Start of Block
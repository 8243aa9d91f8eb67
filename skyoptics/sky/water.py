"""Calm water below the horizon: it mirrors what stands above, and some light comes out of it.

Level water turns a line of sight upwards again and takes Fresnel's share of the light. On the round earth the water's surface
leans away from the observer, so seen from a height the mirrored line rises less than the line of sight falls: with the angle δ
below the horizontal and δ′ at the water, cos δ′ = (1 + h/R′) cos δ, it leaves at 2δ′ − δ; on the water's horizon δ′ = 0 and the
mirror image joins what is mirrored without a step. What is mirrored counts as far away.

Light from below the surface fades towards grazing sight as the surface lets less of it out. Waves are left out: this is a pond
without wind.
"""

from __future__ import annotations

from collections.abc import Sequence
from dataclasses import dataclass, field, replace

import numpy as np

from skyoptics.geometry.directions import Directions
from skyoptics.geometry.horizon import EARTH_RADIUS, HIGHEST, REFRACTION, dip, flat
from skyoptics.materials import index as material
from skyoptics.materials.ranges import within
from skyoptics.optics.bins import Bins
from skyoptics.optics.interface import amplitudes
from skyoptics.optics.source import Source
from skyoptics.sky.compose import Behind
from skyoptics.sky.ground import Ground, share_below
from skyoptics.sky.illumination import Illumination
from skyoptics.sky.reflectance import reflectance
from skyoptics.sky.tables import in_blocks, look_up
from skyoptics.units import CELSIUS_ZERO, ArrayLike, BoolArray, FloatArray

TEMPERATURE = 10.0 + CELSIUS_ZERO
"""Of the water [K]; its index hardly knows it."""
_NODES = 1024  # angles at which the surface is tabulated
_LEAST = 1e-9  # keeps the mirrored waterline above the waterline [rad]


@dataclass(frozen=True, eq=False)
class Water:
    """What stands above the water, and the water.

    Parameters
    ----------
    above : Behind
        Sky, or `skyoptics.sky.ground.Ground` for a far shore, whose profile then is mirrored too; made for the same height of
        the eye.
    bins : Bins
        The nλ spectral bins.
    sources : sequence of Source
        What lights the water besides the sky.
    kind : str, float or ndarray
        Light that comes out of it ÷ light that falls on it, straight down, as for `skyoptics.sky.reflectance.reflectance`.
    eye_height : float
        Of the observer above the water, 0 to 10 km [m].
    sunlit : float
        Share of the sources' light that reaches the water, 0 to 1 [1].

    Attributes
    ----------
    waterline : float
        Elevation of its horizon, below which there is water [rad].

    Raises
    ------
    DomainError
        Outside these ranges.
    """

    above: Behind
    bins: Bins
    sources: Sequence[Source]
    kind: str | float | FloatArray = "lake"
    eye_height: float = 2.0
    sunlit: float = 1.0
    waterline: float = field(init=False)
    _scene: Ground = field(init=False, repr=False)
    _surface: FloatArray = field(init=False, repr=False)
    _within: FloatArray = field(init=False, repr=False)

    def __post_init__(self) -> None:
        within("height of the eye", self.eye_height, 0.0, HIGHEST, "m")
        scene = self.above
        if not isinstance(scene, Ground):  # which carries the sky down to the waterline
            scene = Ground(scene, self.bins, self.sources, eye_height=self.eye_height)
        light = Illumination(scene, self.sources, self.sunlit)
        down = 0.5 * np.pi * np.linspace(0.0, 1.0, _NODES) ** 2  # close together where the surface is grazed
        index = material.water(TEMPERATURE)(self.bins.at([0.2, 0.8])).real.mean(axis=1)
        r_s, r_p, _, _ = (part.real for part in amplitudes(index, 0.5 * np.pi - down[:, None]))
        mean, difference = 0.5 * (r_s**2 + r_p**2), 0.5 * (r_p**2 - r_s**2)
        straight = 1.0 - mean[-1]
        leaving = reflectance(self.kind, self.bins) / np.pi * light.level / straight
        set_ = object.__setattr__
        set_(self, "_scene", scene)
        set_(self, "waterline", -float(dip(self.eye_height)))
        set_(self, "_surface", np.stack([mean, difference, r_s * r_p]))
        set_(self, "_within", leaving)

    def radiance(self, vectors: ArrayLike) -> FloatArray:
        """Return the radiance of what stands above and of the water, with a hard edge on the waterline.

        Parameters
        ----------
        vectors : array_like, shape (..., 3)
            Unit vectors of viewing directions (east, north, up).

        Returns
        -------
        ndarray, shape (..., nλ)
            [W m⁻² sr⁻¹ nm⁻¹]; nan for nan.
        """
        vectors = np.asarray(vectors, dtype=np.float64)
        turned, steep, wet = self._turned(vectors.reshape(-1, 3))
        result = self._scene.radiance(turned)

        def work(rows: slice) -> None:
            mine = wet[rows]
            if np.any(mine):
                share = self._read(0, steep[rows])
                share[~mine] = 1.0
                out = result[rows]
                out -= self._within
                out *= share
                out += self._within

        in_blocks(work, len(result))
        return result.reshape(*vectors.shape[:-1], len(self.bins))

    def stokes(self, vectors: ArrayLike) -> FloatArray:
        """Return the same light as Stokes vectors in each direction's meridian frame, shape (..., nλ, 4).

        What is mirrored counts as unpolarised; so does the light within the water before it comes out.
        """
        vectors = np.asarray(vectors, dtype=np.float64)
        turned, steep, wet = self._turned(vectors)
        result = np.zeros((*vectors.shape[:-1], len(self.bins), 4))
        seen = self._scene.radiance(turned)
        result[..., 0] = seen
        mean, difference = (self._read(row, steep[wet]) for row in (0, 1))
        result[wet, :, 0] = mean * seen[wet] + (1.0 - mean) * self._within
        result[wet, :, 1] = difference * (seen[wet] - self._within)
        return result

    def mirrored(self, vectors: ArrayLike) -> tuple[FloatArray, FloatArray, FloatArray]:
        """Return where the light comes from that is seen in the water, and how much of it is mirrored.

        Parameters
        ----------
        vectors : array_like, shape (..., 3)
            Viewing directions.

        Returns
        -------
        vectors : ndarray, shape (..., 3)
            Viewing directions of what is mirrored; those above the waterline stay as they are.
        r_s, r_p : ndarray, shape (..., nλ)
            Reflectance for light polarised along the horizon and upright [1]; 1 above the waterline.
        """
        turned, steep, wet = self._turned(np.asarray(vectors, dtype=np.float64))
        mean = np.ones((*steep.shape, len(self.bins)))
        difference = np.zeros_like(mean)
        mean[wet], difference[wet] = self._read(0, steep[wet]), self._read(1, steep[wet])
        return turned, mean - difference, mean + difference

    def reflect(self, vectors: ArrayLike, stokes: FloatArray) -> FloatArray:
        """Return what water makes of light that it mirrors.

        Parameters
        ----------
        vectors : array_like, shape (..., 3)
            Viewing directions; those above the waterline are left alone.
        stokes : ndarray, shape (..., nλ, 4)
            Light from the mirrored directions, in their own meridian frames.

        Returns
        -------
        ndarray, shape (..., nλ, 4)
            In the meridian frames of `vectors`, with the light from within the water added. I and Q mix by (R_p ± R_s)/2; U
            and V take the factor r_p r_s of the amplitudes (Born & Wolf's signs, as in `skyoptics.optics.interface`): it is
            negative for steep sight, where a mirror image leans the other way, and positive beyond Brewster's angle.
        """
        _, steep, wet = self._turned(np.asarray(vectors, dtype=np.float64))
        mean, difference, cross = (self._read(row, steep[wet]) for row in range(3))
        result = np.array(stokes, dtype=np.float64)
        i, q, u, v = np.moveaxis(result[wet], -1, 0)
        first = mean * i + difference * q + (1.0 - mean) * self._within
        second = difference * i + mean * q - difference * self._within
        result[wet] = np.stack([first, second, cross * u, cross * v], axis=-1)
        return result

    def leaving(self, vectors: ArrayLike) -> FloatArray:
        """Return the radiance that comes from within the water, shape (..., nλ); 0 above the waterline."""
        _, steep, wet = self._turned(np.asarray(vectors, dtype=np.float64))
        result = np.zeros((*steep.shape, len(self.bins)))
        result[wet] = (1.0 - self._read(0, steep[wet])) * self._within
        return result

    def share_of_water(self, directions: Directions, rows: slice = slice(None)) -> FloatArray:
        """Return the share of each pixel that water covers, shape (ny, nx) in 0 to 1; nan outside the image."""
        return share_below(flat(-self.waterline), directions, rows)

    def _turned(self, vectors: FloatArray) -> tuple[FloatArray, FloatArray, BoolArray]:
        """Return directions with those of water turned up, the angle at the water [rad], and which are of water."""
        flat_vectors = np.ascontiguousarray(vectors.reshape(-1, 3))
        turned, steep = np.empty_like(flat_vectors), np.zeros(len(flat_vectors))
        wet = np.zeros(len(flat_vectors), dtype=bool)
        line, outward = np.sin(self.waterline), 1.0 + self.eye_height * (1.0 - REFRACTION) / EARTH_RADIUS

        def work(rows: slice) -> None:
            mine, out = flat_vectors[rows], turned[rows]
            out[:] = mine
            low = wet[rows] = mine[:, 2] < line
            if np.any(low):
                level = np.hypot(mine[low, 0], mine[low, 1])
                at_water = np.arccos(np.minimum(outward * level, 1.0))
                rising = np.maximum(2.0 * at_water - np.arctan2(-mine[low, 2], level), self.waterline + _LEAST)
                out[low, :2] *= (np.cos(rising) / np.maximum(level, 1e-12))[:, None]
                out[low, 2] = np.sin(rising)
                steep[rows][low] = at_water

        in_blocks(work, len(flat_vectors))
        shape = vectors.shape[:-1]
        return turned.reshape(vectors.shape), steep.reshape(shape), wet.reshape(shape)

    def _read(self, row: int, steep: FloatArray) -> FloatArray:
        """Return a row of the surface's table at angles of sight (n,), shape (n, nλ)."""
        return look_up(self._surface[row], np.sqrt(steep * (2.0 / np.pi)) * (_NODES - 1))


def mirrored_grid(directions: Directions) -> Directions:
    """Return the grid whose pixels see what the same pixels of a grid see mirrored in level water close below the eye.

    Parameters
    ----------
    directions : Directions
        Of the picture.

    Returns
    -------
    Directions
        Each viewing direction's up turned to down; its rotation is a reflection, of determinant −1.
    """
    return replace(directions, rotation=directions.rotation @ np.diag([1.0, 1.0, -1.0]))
End of Block
In the entries above, which lines hold the word "geometry"? Copy them out.

from skyoptics.geometry.directions import Directions
from skyoptics.geometry.horizon import EARTH_RADIUS, HIGHEST, REFRACTION, dip, flat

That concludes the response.